Vor allem ihre Kinder sind es, die Sonja W. für neue Ziele motivieren. Gerade übt sie in der Physiotherapie, sie mit beiden Armen zu umarmen. «Ich halte den linken Arm nach vorn, dann packe ich ihn so mit der rechten Hand.» Sie zeigt es vor. Viele Bewegungen lassen sich durch Training weiter verbessern. Hand und Finger aber werde sie links wohl nie mehr bewegen können.
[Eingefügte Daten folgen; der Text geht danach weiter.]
class _Question:
    """Points that ask under one sun."""

    def __init__(
        self, lit: LitScene, s: Floats, sun_radius: float, P: Floats, N: Floats, *, quick: bool
    ) -> None:
        self.lit, self.s = lit, s
        self.radii, self.weights = lit.rings(sun_radius, None if quick else FINE_RINGS)
        self.fine = LINEAR if quick else FINE
        self.P, self.N = P, N
        self.reach = np.ascontiguousarray(self.radii[:, -1])
        self.middle = 0.5 * (P.min(axis=0) + P.max(axis=0))
        self.radius = float(np.linalg.norm(P - self.middle, axis=1).max())

    def _approach(self, beams: Beams, ring: Ints, sway: Floats) -> tuple[Bools, Floats, Ints]:
        n = len(ring)
        near, error, edge = np.empty(n, bool), np.empty(n), np.empty(n, np.int64)
        _approach(
            beams,
            beams.longest,
            self.middle,
            self.radius,
            self.reach,
            ring,
            sway,
            near,
            error,
            edge,
        )
        return near, error, edge

    def direct(self) -> Parts:
        """Light by one reflection: refine the tubes that pass near, then gather."""
        lit = self.lit
        work = _new_generation(lit.base)
        tubes: list[Tubes] = []
        while len(work.age):
            beams, outcome = light_tubes(lit.F, lit.R, work.tubes, sun_direction=self.s)
            sway = wave_sway(lit.F, work.tubes)
            near, error, edge = self._approach(beams, work.tubes.sheet, sway)
            waved = near & (sway > 0.0)
            near &= (outcome == LIT) & ~waved
            fine = (error <= self.fine) | (work.age >= MOST_HALVINGS)
            tubes.append(work.tubes.take(near & fine))
            rest = near & ~fine
            # With a wave between its corners a tube may leave by another way than they do.
            strips = slice_waves(lit.F, work.tubes.take(waved), part=WAVE_PART)
            work = join_generations(
                [halve_generation(work.take(rest), edge[rest]), _new_generation(strips)]
            )
        ready = Tubes(*(np.concatenate(a) for a in zip(*tubes, strict=True)))
        beams, _ = light_tubes(lit.F, lit.R, ready, sun_direction=self.s)
        kept = 1.0 - lit.scatter[ready.sheet]
        return self._gather(beams, None, ready, kept, ready.sheet, lit.shows[ready.sheet])

    def second(self, bounced: Bounced) -> Parts:
        """Light by two reflections."""
        near, _, _ = self._approach(bounced.beams, bounced.sheet, np.zeros(len(bounced.sheet)))
        tubes = bounced.tubes.take(near)
        kept = bounced.kept[near]
        return self._gather(
            bounced.beams.take(near),
            bounced.sources.take(near),
            tubes,
            kept,
            bounced.sheet[near],
            bounced.shows[near],
            bounced.mirror[near],
        )

    def _left_open(
        self, beams: Beams, sources: Beams | None, tubes: Tubes, mirror: Ints | None
    ) -> tuple[Floats, Floats]:
        """Least and largest reflectance of each beam's mirrors over what was taken, (n,) each."""
        sheets = self.lit.sheets
        first = beams if sources is None else sources
        # A mirror turns light by pi less twice its angle of incidence.
        theta = [0.5 * np.arccos(np.clip(first.frame[:, 0] @ self.s, -1.0, 1.0))]
        rows = [tubes.sheet]
        if mirror is not None:
            turned = np.einsum("ni,ni->n", first.frame[:, 0], beams.frame[:, 0])
            theta.append(0.5 * np.arccos(np.clip(-turned, -1.0, 1.0)))
            rows.append(mirror)
        found = []
        for table in (sheets.low, sheets.high):
            factor = np.ones(len(tubes.facet))
            for angle, row in zip(theta, rows, strict=True):
                place = np.rint(angle * (2.0 / np.pi) * (table.shape[-1] - 1)).astype(np.int64)
                factor *= table[row, 0, place]
            found.append(factor)
        return found[0], found[1]

    def _gather(
        self,
        beams: Beams,
        sources: Beams | None,
        tubes: Tubes,
        kept: Floats,
        ring: Ints,
        shows: Bools,
        mirror: Ints | None = None,
    ) -> Parts:
        lit = self.lit
        factor = beams.solar * kept
        args = (beams, factor, self.radii, self.weights, ring, self.P, self.N)

        size = max(1, _gather(*args, *_room(0)))
        tube, point, load, weight, whole = out = _room(size)
        used = _gather(*args, *out)
        tube, point, load = tube[:used], point[:used], load[:used]
        weight, whole = weight[:used], whole[:used]
        X = reflecting_points(beams, tube, weight, lit.clearance_m)
        P = self.P[point] + lit.clearance_m * self.N[point]
        free = ~blocked_between(lit.tracer, P, X)
        first = X
        if sources is not None:
            first = reflecting_points(sources, tube, weight, lit.clearance_m)
            free[free] = ~blocked_between(lit.tracer, X[free], first[free])
        ask = np.flatnonzero(free)
        to_sun = np.ascontiguousarray(np.broadcast_to(self.s, (len(ask), 3)))
        free[ask] = ~lit.tracer.occluded(np.ascontiguousarray(first[ask]), to_sun)
        tube, point, load, X, whole = tube[free], point[free], load[free], X[free], whole[free]
        solar = beams.solar[tube]
        visible = beams.power[tube, 2] + beams.power[tube, 3]
        low, high = self._left_open(beams, sources, tubes, mirror)
        crossing = tubes.area * np.abs(lit.F.face_normal[tubes.facet] @ self.s)
        way = X - self.P[point]
        length = np.linalg.norm(way, axis=1)
        return Parts(
            point=point,
            panel=lit.F.panel[tubes.facet[tube]],
            load=load,
            visible=load * np.divide(visible, solar, out=np.zeros_like(solar), where=solar > 0),
            direction=way / length[:, None],
            reflectance=solar * kept[tube] / crossing[tube],
            distance=length + beams.longest[tube],
            whole=whole & shows[tube],
            second=np.full(len(tube), sources is not None),
            low=load * low[tube],
            high=load * high[tube],
        )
Bei manchen Dingen hilft ihr inzwischen ihre Vierjährige. Hin und wieder verlangt diese von ihrer Mutter aber auch, dass sie beide Hände nutzt. «Dann sage ich, das ist meine Zauberhand, die macht nicht, was ich will.» Für die Tochter ist das normal. Manchmal, wenn sie auf Mamas Schoss will, ist ihr der Arm aber im Weg. Dann sagt sie: «Zauberhand, geh weg!» Mama selbst wünscht sich die Zauberhand oft ganz weg. «Ich hadere bis heute mit meinem Schicksal», sagt Sonja W. Wenn sie etwa andere Mütter sehe, die ihre Kinder mit beiden Händen hochheben. Oder wenn sie sich elegant anziehen möchte. Sie zeigt auf ihre Füsse. «Ich trage selbst zu Hause Trekkingschuhe. Sonst würde ich einknicken.»
Schätzen, was geht
Doch sie versucht, mehr zu schätzen, was noch geht. Liebte sie früher das Bouldern, geht sie heute zum Klettern ins Kletterzentrum Greifensee. Einmal wöchentlich besucht sie dort mit anderen Betroffenen den Kletterkurs von FRAGILE Suisse, der Patientenorganisation für Menschen mit Hirnverletzungen. Anstelle ihres Velos, mit dem sie an jenem Morgen ein letztes Mal zur Arbeit fuhr, ist sie mit einem dreirädrigen Liegerad unterwegs. Selbst auf Skiern stand sie wieder – mit einer Skilehrerin und der Hilfe eines Seils. Dass sie irgendwann wieder arbeiten kann, gar als Psychotherapeutin, wagt sie kaum zu hoffen, wünscht es sich aber sehr. Vieles sei verloren gegangen, ja, sagt sie dann. «Aber ich habe auch vieles bekommen.» Sie deutet auf das Kinderstühlchen am Tisch, das Bäbiwägeli im Wohnzimmer, die Zeichnungen an den Wänden. In ihren Kindern finde sie Kraft und Zuversicht. Und in schwierigeren Momenten denke sie daran, dass sie «eine Überlebende » sei. «Und daran, wie viel ich schon geschafft habe.»